Nei suoi guantoni c’è vita e c’è speranza. Adesso il giovane portiere della Lazio, Thomas Strakosha para, esce ed è anche costante. Poco importa che il portiere dell'Albania sia ancora Berisha, presto anche quel posto sarà di Thomas. In panchina sia contro il Liechtenstein, sia probabilmente domani con la Macedonia, aspetta solo un’altra occasione.
THOMAS UN ANNO DOPO
In fondo era esattamente un anno fa che lo vedemmo. Il 20 settembre esordì, ironia del destino, proprio a San Siro contro il
Milan. C’era ancora
Marchetti fra i pali ma
Strakosha stava per spiccare il volo. E oggi (anzi domenica sera) eccolo titolare contro i rossoneri. Ne son passate di parate, adesso Thomas mostra fiero l’aquila sul petto. Dal debutto ventotto presenze tra campionato, Coppa Italia e Supercoppa italiana: 17 vittorie, 8 volte la rete inviolata. E nelle prime tre partite ufficiali della nuova stagione si è rivelato decisivo in ogni occasione. Riflessi felini su
Cuadrado e
Higuan, provvidenziale con la
Spal, ma sopratutto col
Chievo. E’ fondamentale sentire la fiducia totale, a 22 anni si sente già rinato. Strakosha infatti è il bambino che visse almeno due volte: cacciato dalla
Salernitana, bocciato inizialmente dalla
Lazio, pregato e promosso da
Lotito prima a vice-Marchetti e poi a numero uno. Il problema è che ora dietro di lui non sembra esserci nessuno.

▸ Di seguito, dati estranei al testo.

export function chainFindings(ctx: Ctx, sw: ChainSweep, ends: Ends, geo: LinkageGeometry, reading: SenseReading | null, out: Finding[]): void {
  const ch = sw.chain;
  const { eb, ef } = ends;
  const input = ctx.nodes[ch.input];
  const words = inputWordsFor(ctx.graph.system, geo);
  for (let s = 0; s < ch.stages.length; s++) {
    const st = ch.stages[s];
    const rod = ctx.nodes[st.rod];
    let lo = Infinity, hi = -Infinity, loAt = 0, hiAt = 0, toggleAt: number | null = null;
    const sA0 = Math.sign(sw.crossA[s][sw.neutral]);
    for (let k = eb; k <= ef; k++) {
      if (!sw.ok[k]) continue;
      for (let e = 0; e < 2; e++) {
        const mu = -(e ? sw.cosB[s][k] : sw.cosA[s][k]); // −cos μ rises with μ: compare that, convert once
        if (mu < lo) { lo = mu; loAt = sw.theta[k]; }
        if (mu > hi) { hi = mu; hiAt = sw.theta[k]; }
      }
      const nearA = Math.abs(sw.crossA[s][k]) < TOGGLE_SIN * st.a * st.b;
      const nearB = Math.abs(sw.crossB[s][k]) < TOGGLE_SIN * st.c * st.b;
      const flipped = sA0 !== 0 && Math.sign(sw.crossA[s][k]) === -sA0;
      if (toggleAt === null && (nearA || nearB || flipped)) toggleAt = sw.theta[k];
    }
    lo = muDeg(-lo);
    hi = muDeg(-hi);
    if (toggleAt !== null) {
      out.push(finding("motion-over-centre", "hazard", nodeSubject(rod.id),
        `At ${atInput(toggleAt, words)} of ${nodeLabel(input)} the pushrod ${nodeLabel(rod)} falls in line with a crank arm (toggle): there the run can lock, or pass over centre and drive the surface the wrong way. Change the arm angles, the pivot positions or the travel so it stays clear of the line over the whole travel.`,
        SRC.transmission, [num("input position", toggleAt, "°")]));
    } else if (lo < TRANSMISSION_MIN || hi > TRANSMISSION_MAX) {
      const bad = lo < TRANSMISSION_MIN ? { v: lo, at: loAt } : { v: hi, at: hiAt };
      out.push(finding("motion-transmission-angle", "caution", nodeSubject(rod.id),
        `Over the travel the angle between ${nodeLabel(rod)} and the arms it joins runs from ${fmt(lo, 1)}° to ${fmt(hi, 1)}° (${fmt(bad.v, 1)}° at ${atInput(bad.at, words)} of ${nodeLabel(input)}), outside 40°–140°: the rod pushes along the arm more than around the pivot, so loads and free play rise there. Move a pivot or change an arm angle to bring it inside the band.`,
        SRC.transmission, [num("minimum transmission angle", lo, "°"), num("maximum transmission angle", hi, "°"), num("input position", bad.at, "°")]));
    }
    // Rod-end misalignment: the rod's angle to the plane the bolts are square to (constant in planar motion).
    // Offsets not entered: not judged (the run's notes ask for them), never read as in line.
    const mis = (Math.asin(Math.min(1, Math.abs(st.dz) / st.length)) * 180) / Math.PI;
    if (st.dzKnown) for (const j of [st.jointA, st.jointB]) {
      const rated = ctx.joints[j].hardware?.rodEnd?.ratedMisalignment;
      if (rated !== undefined && mis > rated)
        out.push(finding("motion-misalignment", "hazard", jointSubject(ctx.joints[j].id),
          `${nodeLabel(rod)} leaves the plane of its arms by ${fmt(st.dz, 2)} in over its ${fmt(st.length, 2)} in length, so the rod end at ${jointLabel(ctx, j)} works at ${fmt(mis, 1)}° of misalignment, beyond its rated ±${fmt(rated, 1)}°. The ball housing bears on the shank and bends it. Bring the attach points into line (spacers) or fit a rod end rated for the angle.`,
          SRC.misalignment, [num("misalignment", mis, "°"), num("rated misalignment", rated, "°")]));
    }
  }
  for (const [fail, stage, dir] of [[sw.failForward, sw.failStageForward, "forward"], [sw.failBack, sw.failStageBack, "back"]] as const) {
    if (fail === null) continue;
    const limit = dir === "forward" ? ch.travelForward : ch.travelBack;
    // A travel stop met before the chain runs out is what limits the travel: then the run is fine.
    if (dir === "forward" ? ends.stopForward : ends.stopBack) continue;
    const rod = ctx.nodes[ch.stages[stage].rod];
    out.push(finding("motion-cannot-assemble", "hazard", nodeSubject(rod.id),
      `${nodeLabel(input)} cannot reach its ${dir === "forward" ? words[0] : words[1]} stop (${fmt(limit, 1)}°): at ${atInput(fail, words)} ${nodeLabel(rod)} can no longer join its two arms — a crank runs out of travel and the run jams before the stop. Set the input's stop short of this point, or change the arm lengths or pivot positions so the run reaches its stop.`,
      MOTION_SRC.closure, [num("input position", fail, "°"), num("input stop", dir === "forward" ? limit : -limit, "°")]));
  }
  // The surface's own travel on its card: swept past it, the surface would reach its limits before the input
  // reaches its stops, so something other than the stops would stop the run (14 CFR 23.675).
  if (ch.surface >= 0) {
    const surf = ctx.nodes[ch.surface];
    if (surf.kind === "controlSurface") {
      let up = 0, down = 0, upAt = 0, downAt = 0;
      for (let k = eb; k <= ef; k++) {
        if (!sw.ok[k]) continue;
        const v = sw.deflection[k];
        if (v > up) { up = v; upAt = sw.theta[k]; }
        if (-v > down) { down = -v; downAt = sw.theta[k]; }
      }
      for (const [got, at, card, word] of [[up, upAt, surf.props.travelUp, "up"], [down, downAt, surf.props.travelDown, "down"]] as const) {
        if (got > card + SURFACE_TRAVEL_SLACK)
          out.push(finding("motion-surface-past-travel", "caution", nodeSubject(surf.id),
            `Over the input's travel ${nodeLabel(surf)} swings ${fmt(got, 1)}° ${word} (at ${atInput(at, words)} of ${nodeLabel(input)}), past the ${fmt(card, 1)}° ${word} travel on its card: it would reach its limit before the input reaches its stop, so the surface or its hinges, not the stops, would end the travel. Set the input's stops (or the arm ratios) so the surface stops at its travel, or correct the travel on its card.`,
            MOTION_SRC.stops, [num(`${word} travel swept`, got, "°"), num(`${word} travel on the card`, card, "°"), num("input position", at, "°")]));
      }
    }
  }
  if (reading && senseReversed(reading.sense)) out.push(senseFinding(ctx, sw, ends, reading));
  const dt = geo.designTravel;
  if (dt && ch.surface >= 0) {
    const a = sw.deflection[eb], b = sw.deflection[ef];
    const up = Math.max(a, b, 0), down = Math.max(-Math.min(a, b), 0);
    const surf = ctx.nodes[ch.surface];
    for (const [got, want, word] of [[up, dt.up, "up"], [down, dt.down, "down"]] as const) {
      if (Math.abs(got - want) > dt.tolerance + 1e-9)
        out.push(finding("motion-surface-travel", "caution", nodeSubject(surf.id),
          `At the stops ${nodeLabel(surf)} moves ${fmt(got, 1)}° ${word}; the designer's travel is ${fmt(want, 1)}° ± ${fmt(dt.tolerance, 1)}°. ${got > want ? "Too much travel: reset the stops or the arm lengths" : "Not enough travel: the stops or the arm ratios cut it short"} before flight, then measure it on the aircraft.`,
          MOTION_SRC.designTravel, [num(`${word} travel at the stops`, got, "°"), num(`designer's ${word} travel`, want, "°"), num("tolerance", dt.tolerance, "°")]));
    }
  }
}
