/**
 * Where the focus goes on the build pages, by keyboard, in Chromium at 1440 × 900: a form or popover opened by a
 * button closes with Escape (and Cancel) and gives the focus back to that button; nothing sends it to <body>.
 * Also: the checklist's "+ Photo" shows a focus ring when Tab reaches its file input.
 */
import { afterAll, beforeAll, describe, expect, it } from "vitest";
import type { Browser, Page } from "playwright-core";
import { APP_URL, launchBrowser, shot, signInPage } from "../support/browser";
import { makeBuild, makeUser, testDb, TEST_PASSWORD } from "../support/db";
import { demoPitchLinkage } from "@/shared/demo";
import { analyze } from "@/shared/analysis";

let browser: Browser;
let page: Page;
let buildId: string, linkageId: string;
const errors: string[] = [];

/** The focused element: its tag, test id, aria-label and text. */
const focused = () =>
  page.evaluate(() => {
    const el = document.activeElement as HTMLElement | null;
    if (!el || el === document.body) return { tag: "body", testId: "", label: "", text: "" };
    return { tag: el.tagName.toLowerCase(), testId: el.getAttribute("data-testid") ?? "", label: el.getAttribute("aria-label") ?? "", text: (el.textContent ?? "").trim().slice(0, 60) };
  });

beforeAll(async () => {
  browser = await launchBrowser();
  const owner = await makeUser("e2e-focus");
  ({ buildId, linkageId } = await makeBuild({ owner }));
  const graph = demoPitchLinkage();
  await testDb("linkage_revisions").where({ linkage_id: linkageId, revision: 1 }).update({ graph: JSON.stringify(graph), analysis: JSON.stringify(analyze(graph)) });
  page = await browser.newPage({ viewport: { width: 1440, height: 900 } });
  page.on("pageerror", (e) => errors.push(String(e)));
  await signInPage(page, owner.email, TEST_PASSWORD);
});
afterAll(async () => { await browser?.close(); await testDb.destroy(); });

describe("focus on the build pages", () => {
  it("checklist: Tab onto + Photo draws a ring round it; Escape in a note gives the focus back to Add a note", async () => {
    await page.goto(`${APP_URL}/builds/${buildId}/checklist/${linkageId}`);
    const joint = page.getByTestId("checklist-joint-j-stick-fwd");
    await joint.waitFor();
    const note = joint.getByRole("button", { name: "Add a note" }).last();
    await note.focus();
    await page.keyboard.press("Tab");
    expect((await focused()).label).toMatch(/^Add a photo of the joint/);
    const ring = await joint.locator("label", { hasText: "+ Photo" }).evaluate((l) => {
      const s = getComputedStyle(l);
      return { style: s.outlineStyle, width: parseFloat(s.outlineWidth) };
    });
    expect(ring.style).not.toBe("none");
    expect(ring.width).toBeGreaterThanOrEqual(2);
    await shot(page, "focus-01-photo");

    await note.focus();
    await page.keyboard.press("Enter");
    expect((await focused()).tag).toBe("input");
    await page.keyboard.press("Escape");
    await expect.poll(async () => (await focused()).text).toBe("Add a note");
  });

  it("overview: New linkage and Rename close with Escape and Cancel, the focus back on their button", async () => {
    await page.goto(`${APP_URL}/builds/${buildId}`);
    const opener = page.getByTestId("new-linkage");
    await opener.focus();
    await page.keyboard.press("Enter");
    await expect.poll(async () => (await focused()).testId).toBe("linkage-name");
    await page.keyboard.press("Escape");
    await expect.poll(async () => (await focused()).testId).toBe("new-linkage");
    await page.keyboard.press("Enter");
    await page.getByRole("button", { name: "Cancel" }).click();
    await expect.poll(async () => (await focused()).testId).toBe("new-linkage");

    const rename = page.getByTestId("linkage-row").getByRole("button", { name: "Rename" }).last();
    await rename.focus();
    await page.keyboard.press("Enter");
    await expect.poll(async () => (await focused()).label).toBe("New name");
    await page.keyboard.press("Escape");
    await expect.poll(async () => (await focused()).text).toBe("Rename");
    await page.keyboard.press("Enter");
    await page.getByRole("button", { name: "Cancel" }).click();
    await expect.poll(async () => (await focused()).text).toBe("Rename");
  });

  it("build log: New entry puts the focus in the first field; Escape and Cancel close it back on New entry", async () => {
    await page.goto(`${APP_URL}/builds/${buildId}/log`);
    const opener = page.getByRole("button", { name: "New entry" });
    await opener.focus();
    await page.keyboard.press("Enter");
    await expect.poll(() => page.evaluate(() => document.activeElement?.id)).toBe("e-date");
    await page.keyboard.press("Tab");
    await page.keyboard.press("Escape");
    await expect.poll(async () => (await focused()).text).toBe("New entry");
    await page.keyboard.press("Enter");
    await page.getByRole("button", { name: "Cancel" }).click();
    await expect.poll(async () => (await focused()).text).toBe("New entry");
  });

  it("export: Escape and Cancel close the estimate back on its button; starting the export keeps the focus off <body>", async () => {
    await page.goto(`${APP_URL}/builds/${buildId}/log`);
    const opener = page.getByTestId("log-pdf");
    await opener.focus();
    await page.keyboard.press("Enter");
    await page.getByTestId("export-estimate").waitFor();
    await page.keyboard.press("Escape");
    await expect.poll(() => page.getByTestId("export-panel").count()).toBe(0);
    expect((await focused()).testId).toBe("log-pdf");

    await page.keyboard.press("Enter");
    await page.getByTestId("export-estimate").waitFor();
    await page.getByRole("button", { name: "Cancel" }).click();
    await expect.poll(async () => (await focused()).testId).toBe("log-pdf");

    await page.keyboard.press("Enter");
    await page.getByRole("button", { name: "Make the PDF" }).focus();
    await page.keyboard.press("Enter");
    await page.getByTestId("export-job").waitFor();
    expect((await focused()).tag).not.toBe("body");
    // While it is made, and once it is done, the focus is still on something.
    await expect.poll(() => page.getByTestId("export-job").getAttribute("data-status"), { timeout: 30_000 }).toBe("done");
    expect((await focused()).tag).not.toBe("body");
    await shot(page, "focus-02-export");
    expect(errors).toEqual([]);
  });
});
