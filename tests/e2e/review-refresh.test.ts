/**
 * The review panels follow the editor without polling: idle, the page asks the review API nothing;
 * after the editor saves a revision, the same page's review bar and panel show the sign-off stale and
 * fetch the findings again at once. Screenshot: tests/artifacts/review-refresh-*.png.
 */
import { afterAll, beforeAll, describe, expect, it } from "vitest";
import type { Browser, Page } from "playwright-core";
import { APP_URL, launchBrowser, shot, signInPage } from "../support/browser";
import { signIn } from "../support/http";
import { openEditor, waitSaved } from "../support/editor-page";
import { DEMO_USERS } from "@/db/demo-accounts";
import { demoPitchLinkage } from "@/shared/demo";

const dana = DEMO_USERS[0];
const sam = DEMO_USERS[1];
const REVIEW_API = /^\/api\/builds\/[^/]+\/linkages\/[^/]+\/(comments|acknowledgements|signoffs|revisions)$/;
let browser: Browser;
let page: Page;
let editorUrl = "";
const errors: string[] = [];
/** Review API requests the page made, with when. */
const asked: { what: string; at: number }[] = [];

beforeAll(async () => {
  const danaApi = await signIn(dana.email, dana.password);
  const samApi = await signIn(sam.email, sam.password);
  const b = await danaApi.request("POST", "/api/builds", { name: `Refresh run ${Date.now().toString(36)}`, model: "Larkspur LX-2" });
  const buildId = b.body.build.id;
  expect((await danaApi.request("POST", `/api/builds/${buildId}/members`, { email: sam.email, role: "reviewer" })).status).toBe(201);
  const l = await danaApi.request("POST", `/api/builds/${buildId}/linkages`, { name: "Pitch signed", system: "pitch", graph: demoPitchLinkage() });
  const L = `/api/builds/${buildId}/linkages/${l.body.linkage.id}`;
  // The reviewer acknowledges every hazard of revision 1 and signs it off.
  const { findings } = (await samApi.request("GET", `${L}/acknowledgements`)).body;
  for (const f of findings.filter((x: { severity: string; acknowledgement: unknown }) => x.severity === "hazard" && !x.acknowledgement)) {
    expect((await samApi.request("POST", `${L}/acknowledgements`, { code: f.code, subject: f.subject, reason: "Accepted for this test run." })).status).toBe(201);
  }
  expect((await samApi.request("POST", `${L}/signoffs`, { revision: 1, statement: "Revision 1 inspected." })).status).toBe(201);
  editorUrl = `${APP_URL}/builds/${buildId}/linkages/${l.body.linkage.id}`;

  browser = await launchBrowser();
  page = await (await browser.newContext({ viewport: { width: 1600, height: 1000 } })).newPage();
  page.on("pageerror", (e) => errors.push(String(e)));
  page.on("request", (r) => {
    const m = REVIEW_API.exec(new URL(r.url()).pathname);
    if (m && r.method() === "GET") asked.push({ what: m[1], at: Date.now() });
  });
  await signInPage(page, dana.email, dana.password);
});
afterAll(() => browser?.close());

describe("review panels and the editor's saves", () => {
  it("an idle editor page does not poll the review API", async () => {
    await openEditor(page, editorUrl);
    await page.locator('[data-testid=review-bar] [data-testid=signoff-status][data-state="signed"]').waitFor({ timeout: 15_000 });
    // Nothing selected: the linkage's review panel, with the sign-off listed as current.
    await page.getByTestId("canvas").click({ position: { x: 30, y: 30 } });
    await page.keyboard.press("Escape");
    await page.getByTestId("review-panel").locator('[data-testid=signoff-item][data-stale="no"]').waitFor({ timeout: 10_000 });
    await page.waitForTimeout(1500); // the first fetches settle
    const before = asked.length;
    await page.waitForTimeout(9000); // two and more rounds of the 4 s poll this replaces
    expect(asked.slice(before), "review requests while idle").toEqual([]);
  });

  it("a save from the editor updates the same page's review bar and panel at once", async () => {
    const savedAt = Date.now();
    await page.getByTestId("tray-travelStop").click();
    await waitSaved(page);
    await page.locator('[data-testid=review-bar] [data-testid=signoff-status][data-state="stale"]').waitFor({ timeout: 5000 });
    await page.keyboard.press("Escape"); // the new part was selected: back to the linkage's panel
    await page.getByTestId("review-panel").locator('[data-testid=signoff-item][data-stale="yes"]').waitFor({ timeout: 5000 });
    const after = new Set(asked.filter((a) => a.at >= savedAt).map((a) => a.what));
    expect([...after].sort()).toEqual(expect.arrayContaining(["acknowledgements", "signoffs"]));
    await shot(page, "review-refresh-01-stale-after-save");
    expect(errors).toEqual([]);
  });
});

ANCORA ALLA RICERCA DI UN SECONDO
La
Lazio per tutta l’estate ha cercato un portiere che potesse fargli da chioccia, ma niente. In realtà, come ricorda
Il Messaggero, è la stessa situazione dell’anno scorso quando però poi la
Lazio scoprì e trovò
Strakosha. Allora non convinceva
Vargic (acquistato per 2,5 milioni, nonostante fosse a scadenza) come secondo, chissà che pure stavolta il lavoro del preparatore
Grigioni non porti buoni risultati. Ancora non lo dice
Inzaghi ma la sua scelta l'ha già fatta. Il vice probabilmente sarà
Vargic, con il baby
Guerrieri terzo. Ma guai a sentirsi bocciati troppo presto,
Simoncino è sempre meritocratico. Aveva persino pensato di dare un’altra possibilità a
Marchetti, ma al momento è troppo presto per un reintegro. Eppure è assurdo pensare che
Strakosha abbia rinnovato sino al 2022 a 300mila euro a stagione e che la
Lazio si ritrovi 3 milioni lordi fuori rosa sino a giugno.
ANCORA UN POSTO LIBERO
Per questo si proverà ancora a rescindere con
Marchetti, a meno che l'interesse dello
Sparta Praga non si concretizzi. Mercato aperto in Repubblica Ceca così come in Turchia (in pressing su
Mauricio) sino al 9 settembre. La
Lazio spera di piazzare qualcuno. Per ora piazzati
Kishna e
Morrison (4 milioni lordi d’ingaggi), rimangono Djordjevic, Dovidio, Oikonomidis, Perea, Rozzi, Tounkara. C’è posto solo per uno nella lista dei 25 della serie A e non sembra essere destinato a un portiere.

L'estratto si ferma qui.